• **DATASET ENTRIES**:

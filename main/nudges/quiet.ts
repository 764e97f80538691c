/**
 * Quiet hours: a daily stretch of the diary's local clock during which no notification is
 * shown. Nudges that come due meanwhile are held, not dropped, and go out at the first
 * run after the stretch ends.
 */
import type { QuietHours } from '../../shared/domain';
import { isValidTimeZone, wallTimeAt } from '../../shared/time';

const CLOCK_RE = /^([01]\d|2[0-3]):([0-5]\d)$/;

/** Minutes after midnight for "HH:MM" (00:00–23:59); null when malformed. */
export function parseClockTime(text: string): number | null {
  const m = CLOCK_RE.exec(text);
  return m ? Number(m[1]) * 60 + Number(m[2]) : null;
}

/**
 * True when `now` falls in the quiet stretch [start, end) read on the clocks of
 * `timeZone`. A start later than the end wraps past midnight (22:00–07:00). Equal start
 * and end is an empty stretch, as is a malformed time or zone: the service validates
 * settings on the way in, and an unreadable setting must not silence nudges for good.
 */
export function inQuietHours(now: number, quiet: QuietHours | null, timeZone: string): boolean {
  if (!quiet || !isValidTimeZone(timeZone)) return false;
  const start = parseClockTime(quiet.start);
  const end = parseClockTime(quiet.end);
  if (start === null || end === null || start === end) return false;
  const w = wallTimeAt(now, timeZone);
  const minute = w.hour * 60 + w.minute;
  return start < end ? minute >= start && minute < end : minute >= start || minute < end;
}
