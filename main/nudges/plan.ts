/**
 * Nudge planning: which reminders are due for the diary at one instant. Pure — the clock,
 * the questions, the settings and the snoozes all come in as arguments — so the same
 * answer feeds the scheduler's notifications, `forelog due` and the Desk list.
 *
 * Rules, for unresolved questions only (a resolved or void question gets nothing):
 * - checkin: `checkin_days` (the question's, else the diary default; 0 = never) calendar
 *   days after the latest revision — or after the opening when there is none — at the
 *   same wall-clock time in the question's time zone. A wall time that falls in a DST gap
 *   or repeat is resolved by RFC 5545 §3.3.5 (see shared/time.ts). It stays due until the
 *   user revises (the next one counts from the new revision) and is shown only while the
 *   window is still open; a check-in falling at or after the close is never planned.
 * - closing_soon: from `closing_soon_hours` before the close until the close.
 * - window_closed: from the close until `overdue_after_days` calendar days after it (same
 *   wall-clock time in the question's zone, as for check-ins, so "3 days" means three
 *   days on the user's calendar even across a DST change).
 * - overdue: from then on, until resolved.
 * A snooze hides its (question, kind) nudge while `until` is in the future.
 */
import { NUDGE_KINDS, type NudgeKind, type Question, type Settings } from '../../shared/domain';
import { addCalendarDays, isValidTimeZone, parseInstant, wallTimeAt, wallTimeToInstant } from '../../shared/time';

export { NUDGE_KINDS, type NudgeKind };

export interface Nudge {
  question_id: string;
  title: string;
  kind: NudgeKind;
  /** Epoch ms at which it became due: the check-in instant, close − hours, close, or close + overdue days. */
  due_at: number;
}

/** The user asked not to see this (question, kind) nudge before `until` (epoch ms). */
export interface Snooze {
  question_id: string;
  kind: NudgeKind;
  until: number;
}

const HOUR_MS = 3_600_000;

/** The zone a question's nudges are placed in: its own, else the diary's, else UTC. */
export function nudgeTimeZone(question: Question, settings: Settings): string {
  if (isValidTimeZone(question.time_zone)) return question.time_zone;
  if (isValidTimeZone(settings.time_zone)) return settings.time_zone;
  return 'UTC';
}

// The scheduler re-plans every minute from the same anchors, and each shift costs several
// Intl formatting calls (tens of µs each); the answer depends only on the arguments (the
// runtime's tz data is fixed for the process), so it is remembered. Bounded by clearing.
const shiftMemo = new Map<string, number>();
const SHIFT_MEMO_LIMIT = 10_000;

/**
 * `days` calendar days after `ms` at the same wall-clock time in `timeZone`. Keeps the
 * sub-second part of `ms`, which wall times (whole seconds) would otherwise drop.
 */
export function sameWallTimeDaysLater(ms: number, days: number, timeZone: string): number {
  const key = `${ms}|${days}|${timeZone}`;
  const known = shiftMemo.get(key);
  if (known !== undefined) return known;
  const subSecond = ((ms % 1000) + 1000) % 1000;
  const result = wallTimeToInstant(addCalendarDays(wallTimeAt(ms, timeZone), days), timeZone) + subSecond;
  if (shiftMemo.size >= SHIFT_MEMO_LIMIT) shiftMemo.clear();
  shiftMemo.set(key, result);
  return result;
}

/** Whole calendar days from a setting; fractions are dropped and negatives count as 0. */
function wholeDays(value: number): number {
  return Number.isFinite(value) && value > 0 ? Math.floor(value) : 0;
}

/**
 * The instant of the question's pending check-in, whether or not it has come due yet;
 * null when check-ins are off for it (cadence 0) or its times cannot be read.
 */
export function checkinAt(question: Question, settings: Settings): number | null {
  const days = wholeDays(question.checkin_days ?? settings.default_checkin_days);
  if (days === 0) return null;
  let anchor: number | null = null;
  for (const f of question.forecasts) {
    const at = parseInstant(f.at);
    if (at !== null && (anchor === null || at > anchor)) anchor = at;
  }
  anchor ??= parseInstant(question.opened_at);
  if (anchor === null) return null;
  return sameWallTimeDaysLater(anchor, days, nudgeTimeZone(question, settings));
}

/** The instant a closed, unresolved question turns from "window closed" to "overdue". */
export function overdueAt(close: number, zone: string, settings: Settings): number {
  return sameWallTimeDaysLater(close, wholeDays(settings.overdue_after_days), zone);
}

/** The snooze hiding the (question, kind) nudge at `now`, if one is running. */
export function runningSnooze(snoozes: readonly Snooze[], questionId: string, kind: NudgeKind, now: number): Snooze | undefined {
  return snoozes.find((s) => s.question_id === questionId && s.kind === kind && s.until > now);
}

function isSnoozed(snoozes: readonly Snooze[], questionId: string, kind: NudgeKind, now: number): boolean {
  return runningSnooze(snoozes, questionId, kind, now) !== undefined;
}

const KIND_ORDER = new Map(NUDGE_KINDS.map((k, i) => [k, i]));

/**
 * Every nudge due at `now` (epoch ms), sorted by `due_at`, then title (then question id and
 * kind, so the order never depends on input order). Questions whose close cannot be
 * parsed are left out: the service never stores such a question.
 */
export function planNudges(
  questions: readonly Question[],
  settings: Settings,
  snoozes: readonly Snooze[],
  now: number,
): Nudge[] {
  const nudges: Nudge[] = [];
  for (const q of questions) {
    if (q.resolution) continue;
    const close = parseInstant(q.closes_at);
    if (close === null) continue;
    const zone = nudgeTimeZone(q, settings);
    const add = (kind: NudgeKind, due_at: number): void => {
      if (!isSnoozed(snoozes, q.id, kind, now)) nudges.push({ question_id: q.id, title: q.title, kind, due_at });
    };

    if (now < close) {
      const checkin = checkinAt(q, settings);
      if (checkin !== null && checkin <= now && checkin < close) add('checkin', checkin);
      const soon = close - Math.max(0, settings.closing_soon_hours) * HOUR_MS;
      if (soon <= now) add('closing_soon', soon);
    } else {
      const overdue = overdueAt(close, zone, settings);
      if (now < overdue) add('window_closed', close);
      else add('overdue', overdue);
    }
  }
  return nudges.sort(
    (a, b) =>
      a.due_at - b.due_at ||
      a.title.localeCompare(b.title, 'en') ||
      (a.question_id < b.question_id ? -1 : a.question_id > b.question_id ? 1 : 0) ||
      (KIND_ORDER.get(a.kind) ?? 0) - (KIND_ORDER.get(b.kind) ?? 0),
  );
}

• **EXERCISE AIM**: Would you please copy each line of the listing that contains the word "continue"?

• **WRITTEN SOLUTION**:
    if (q.resolution) continue;
    if (close === null) continue;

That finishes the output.